> Exercise details
After finding the line that contains "the plot. */" in the entries below, retype it and every following line precisely, the last included.

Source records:
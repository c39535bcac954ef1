"""What this node shows now, read once for the dashboard's overview and for its history
(node/history.py), so that a plotted value and the live figure beside it come from the
same reading.

Every figure is read by the code that already computes it: pool levels, rates and QBER
(links/pools.py), planned against observed (supply/observed.py), pair buffers and the
relay's view of them (relay/buffers.py), delivery counts (delivery/accounting.py).

Nothing here holds key material or key IDs: levels, rates, counts and identifiers an
operator provisioned.
"""

from __future__ import annotations

from dataclasses import dataclass
from datetime import datetime
from typing import Any

from keystrata.config import Role
from keystrata.context import NodeContext
from keystrata.delivery import accounting
from keystrata.links import pools
from keystrata.relay import buffers
from keystrata.supply import observed


@dataclass(frozen=True, slots=True)
class LinkReading:
    """One QKD link ending at this node.

    Attributes:
        rate_bps: link key received per second over the rate window.
        planned_bps: the link model's clear-sky rate for now (``None`` without a
            complete profile); ``plan_ratio`` is rate over plan (``None`` when nothing
            is planned); ``far_below`` the readiness check's verdict.
        qber: mean QBER of the blocks received over the rate window (``None``: none).
    """

    link_id: str
    peer_node_id: str
    rate_bps: float
    bits_available: int
    bits_received: int
    bits_used: int
    window_seconds: int
    last_block_at: str | None
    planned_bps: float | None
    plan_ratio: float | None
    far_below: bool
    qber: float | None


@dataclass(frozen=True, slots=True)
class PairReading:
    """One pair, as this node sees it.

    At a station: this station's ready key (``owned_bits`` of it served to its own
    masters), key waiting for confirmation, its masters' demand over the rate window and
    how long the owned key lasts at that demand. At the relay: the last ready figures
    each station reported, the target the scheduler aims at, key on its way, the relay
    rate and the time until the smaller buffer is empty at both stations' demand.
    ``None`` where this node does not know the figure.
    """

    pair_id: str
    stations: tuple[str, str]
    ready_bits: int | None
    owned_bits: int | None
    pending_bits: int | None
    ready_by_station: dict[str, int | None]
    target_bits: int | None
    in_flight_bits: int | None
    relayed_bps: float | None
    demand_bps: float | None
    time_until_empty_s: float | None


@dataclass(frozen=True, slots=True)
class Readings:
    at: datetime
    links: list[LinkReading]
    pairs: list[PairReading]
    #: Per pair at a station: keys handed to masters and fetched by slaves (cumulative),
    #: waiting and expired, as delivery/accounting.py counts them; empty at a relay.
    deliveries: list[dict[str, Any]]


def read(ctx: NodeContext) -> Readings:
    """Read every figure of this node now.

    Raises:
        Unavailable: the database cannot be reached.
    """
    at = ctx.clock.now()
    levels = pools.pool_levels(ctx)
    checks = {c.link_id: c for c in observed.plan_checks(ctx, levels)}
    links = [
        LinkReading(
            link_id=level.link_id,
            peer_node_id=level.peer_node_id,
            rate_bps=level.rate_bps,
            bits_available=level.bits_available,
            bits_received=level.bits_received,
            bits_used=level.bits_used,
            window_seconds=level.window_seconds,
            last_block_at=level.last_block_at,
            planned_bps=checks[level.link_id].planned_bps,
            plan_ratio=checks[level.link_id].ratio,
            far_below=checks[level.link_id].far_below,
            qber=level.qber,
        )
        for level in levels
    ]
    if ctx.role is Role.RELAY:
        return Readings(at=at, links=links, pairs=_relay_pairs(ctx, at), deliveries=[])
    report = accounting.deliveries(ctx)
    return Readings(at=at, links=links, pairs=_station_pairs(ctx), deliveries=report["pairs"])


def _relay_pairs(ctx: NodeContext, at: datetime) -> list[PairReading]:
    out = []
    for view in buffers.relay_view(ctx, now=at):
        by_station = {side["station"]: side["ready_bits"] for side in view.sides}
        known = [v for v in by_station.values() if v is not None]
        a, b = view.stations
        out.append(
            PairReading(
                pair_id=view.pair_id,
                stations=(a, b),
                ready_bits=min(known) if len(known) == 2 else None,
                owned_bits=None,
                pending_bits=None,
                ready_by_station=by_station,
                target_bits=view.target_bits,
                in_flight_bits=view.in_flight_bits,
                relayed_bps=view.relay_rate_bps,
                demand_bps=view.consumption_bps,
                time_until_empty_s=view.time_until_empty_s,
            )
        )
    return out


def _station_pairs(ctx: NodeContext) -> list[PairReading]:
    out = []
    for view in buffers.station_view(ctx):
        report = buffers.station_report(ctx, view["pair_id"])
        demand = buffers.demand_bps(report)
        a, b = sorted((ctx.node_id, view["partner"]))
        out.append(
            PairReading(
                pair_id=view["pair_id"],
                stations=(a, b),
                ready_bits=view["ready_bits"],
                owned_bits=view["owned_ready_bits"],
                pending_bits=view["pending_bits"],
                ready_by_station={ctx.node_id: view["ready_bits"]},
                target_bits=None,
                in_flight_bits=None,
                relayed_bps=None,
                demand_bps=demand,
                time_until_empty_s=view["owned_ready_bits"] / demand if demand else None,
            )
        )
    return out
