export interface CheckPlotData {
  twoTheta: ArrayLike<number>;
  observed: ArrayLike<number>;
  background: ArrayLike<number>;
  /** The sum of the freely fitted single peaks, with the background. */
  fitted: ArrayLike<number>;
  /** The whole-pattern fit's calculated curve with the background; null or absent when the check made none. */
  calculated?: ArrayLike<number> | null;
  /** Kα1 wavelength, Å: with it the x axis can read d-spacing or Q. */
  wavelength?: number | null;
  /** One tick row of the sample's reflections, used when `rows` is absent. */
  ticks: CheckPlotTick[];
  /** One tick row per declared phase, top to bottom (main first). */
  rows?: CheckPlotRow[];
  /** Peaks that are not the sample's, with their words ("Cu Kβ of (1 1 0)"); a row per kind. */
  marks?: CheckPlotMark[];
  /** Sample peaks no phase indexes: a triangle above each. */
  unindexed?: CheckPlotTick[];
}

// The product's own palette (app/app.css tokens, read from the stylesheet when the canvas is drawn; the values here
// are the tokens' own for a page without it): observed in ink, the calculated curve in the copper anode, the
// difference in beam, background and the lines that are not the sample's in greys.
const TOKENS = {
  observed: ["--color-ink-900", "#1a1a18"],
  calculated: ["--color-anode-500", "#c1682a"],
  background: ["--color-ink-400", "#9a968a"],
  difference: ["--color-beam-600", "#1c6266"],
  free: ["--color-beam-400", "#4a9597"],
  tube: ["--color-ink-600", "#57554f"],
  holder: ["--color-ink-400", "#9a968a"],
  unindexed: ["--color-danger-600", "#b3261e"],
  axis: ["--color-ink-700", "#42413c"],
  grid: ["--color-ink-100", "#efede6"],
  tick: ["--color-ink-300", "#c6c2b5"],
} as const;
type PlotColour = keyof typeof TOKENS;
/** A colour for SVG and CSS: the token itself, so the key follows the stylesheet. */
const cssColour = (c: PlotColour) => `var(${TOKENS[c][0]}, ${TOKENS[c][1]})`;
/** The colours for the canvas, read from the stylesheet's tokens. */
function canvasColours(): Record<PlotColour, string> {
  const style = typeof document === "undefined" ? null : getComputedStyle(document.documentElement);
  return Object.fromEntries(Object.entries(TOKENS).map(([k, [name, fallback]]) => [k, style?.getPropertyValue(name).trim() || fallback])) as Record<
    PlotColour,
    string
  >;
}
/**
 * Tick-row colours, one per phase (main first): the Okabe–Ito set for colour-blind readers, darkened where needed
 * to hold 3 : 1 against white as thin marks (WCAG 1.4.11); rows also differ by position, and the key names each.
 */
const PHASE_COLOURS = ["#0072b2", "#a8508a", "#00785a", "#b84a00", "#6e5c00", "#3d7fb5"];
export const phaseColour = (i: number) => PHASE_COLOURS[i % PHASE_COLOURS.length];

const ROW_PX = 14;

/** The tick rows under the pattern, top to bottom: one per phase, then tube lines and holder lines when any. */
function tickRows(data: CheckPlotData) {
  const rows: TickRow[] = [];
  if (data.rows?.length) {
    data.rows.forEach((r, i) => rows.push({ key: `phase-${i}`, ...phaseRowLabel(r, i), colour: phaseColour(i), faint: !r.present, ticks: r.ticks }));
  } else if (data.ticks.length) {
    rows.push({ key: "phase-0", label: "Reflections of the refined cell", colour: phaseColour(0), faint: false, ticks: data.ticks });
  }
  const marks = data.marks ?? [];
  const tube = marks.filter((m) => m.kind !== "holder");
  const holder = marks.filter((m) => m.kind === "holder");
  const untyped = marks.every((m) => !m.kind);
  if (tube.length) {
    rows.push({
      key: "tube",
      label: untyped ? "Lines that are not the sample's (Kβ, tungsten L, holder)" : "Tube lines (Kβ, tungsten L)",
      colour: cssColour("tube"),
      token: "tube",
      faint: false,
      ticks: tube,
    });
  }
  if (holder.length) rows.push({ key: "holder", label: "Holder lines", colour: cssColour("holder"), token: "holder", faint: false, ticks: holder });
  return rows;
}

interface TickRow {
  key: string;
  /** The row's words in plain text (for the readout); `formula` and `suffix` split them for the key. */
  label: string;
  formula?: string;
  suffix?: string;
  /** The colour for SVG and CSS; `token` names it for the canvas when it is one of the plot's own. */
  colour: string;
  token?: PlotColour;
  faint: boolean;
  ticks: CheckPlotTick[];
}

function phaseRowLabel(r: CheckPlotRow, i: number) {
  const role = r.role === "main" ? "main" : "expected";
  const tail = `${r.present ? "" : ", absent"}${r.note ? ` (${r.note})` : ""}`;
  if (r.name?.trim()) return { label: `${r.name.trim()} — ${role}${tail}`, formula: r.name.trim(), suffix: ` — ${role}${tail}` };
  return { label: `${r.role === "main" ? "Main phase" : `Expected phase ${i + 1}`}${tail}` };
}

/**
 * The y positions (in counts) that put the tick rows and the difference curve under the pattern. Each tick row
 * gets about ROW_PX pixels of a plot `plotPx` high, whatever the counts: T = K / (1 − rows·ROW_PX / plotPx).
 */
function plotLayout(data: CheckPlotData, rowCount = 1, plotPx = 280) {
  const calc = data.calculated ?? data.fitted;
  let lo = Infinity;
  let hi = -Infinity;
  let diffAmp = 0;
  const n = data.twoTheta.length;
  for (let i = 0; i < n; i++) {
    const o = data.observed[i];
    const f = calc[i];
    lo = Math.min(lo, o, f, data.background[i]);
    hi = Math.max(hi, o, f);
    diffAmp = Math.max(diffAmp, Math.abs(o - f));
  }
  if (!Number.isFinite(lo)) [lo, hi] = [0, 1];
  const span = Math.max(hi - lo, 1);
  const fixed = span * (1 + 0.08 + 0.04 + 0.04 + 0.02) + 2 * diffAmp;
  const share = Math.min(0.5, (Math.max(rowCount, 1) * ROW_PX) / Math.max(plotPx, 100));
  const total = fixed / (1 - share);
  const rowGap = (total * share) / Math.max(rowCount, 1);
  const firstRow = lo - 0.04 * span - rowGap / 2;
  const rows = Array.from({ length: Math.max(rowCount, 1) }, (_, i) => firstRow - i * rowGap);
  const diffZero = rows[rows.length - 1] - rowGap / 2 - 0.04 * span - diffAmp;
  return { lo, tickRow: rows[0], rows, rowGap, diffZero, top: hi + 0.08 * span, bottom: diffZero - diffAmp - 0.02 * span };
}

/** The nearest of a sorted 2θ array's indices to a value. */
function nearestIndex(xs: ArrayLike<number>, x: number) {
  let lo = 0;
  let hi = xs.length - 1;
  while (hi - lo > 1) {
    const mid = (lo + hi) >> 1;
    if (xs[mid] < x) lo = mid;
    else hi = mid;
  }
  return Math.abs(xs[lo] - x) <= Math.abs(xs[hi] - x) ? lo : hi;
}

/** The highest observed count within ±0.1° of a peak: where its triangle sits. */
function peakTop(data: CheckPlotData, twoTheta: number) {
  const i = nearestIndex(data.twoTheta, twoTheta);
  let top = data.observed[i];
  for (let j = i - 1; j >= 0 && data.twoTheta[j] >= twoTheta - 0.1; j--) top = Math.max(top, data.observed[j]);
  for (let j = i + 1; j < data.twoTheta.length && data.twoTheta[j] <= twoTheta + 0.1; j++) top = Math.max(top, data.observed[j]);
  return top;
}

const AXIS_WORDS: Record<PlotAxis, { label: string; short: string }> = {
  twoTheta: { label: "2θ (degrees)", short: "2θ" },
  d: { label: "d-spacing (Å), decreasing to the right", short: "d" },
  q: { label: "Q = 4π sin θ / λ (Å⁻¹)", short: "Q" },
};

/** The values under the cursor, for the readout beside the plot. */
interface Readout {
  twoTheta: number;
  observed: number;
  calculated: number;
  difference: number;
}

> Exercise answer
/** The values under the cursor, for the readout beside the plot. */
interface Readout {
  twoTheta: number;
  observed: number;
  calculated: number;
  difference: number;
}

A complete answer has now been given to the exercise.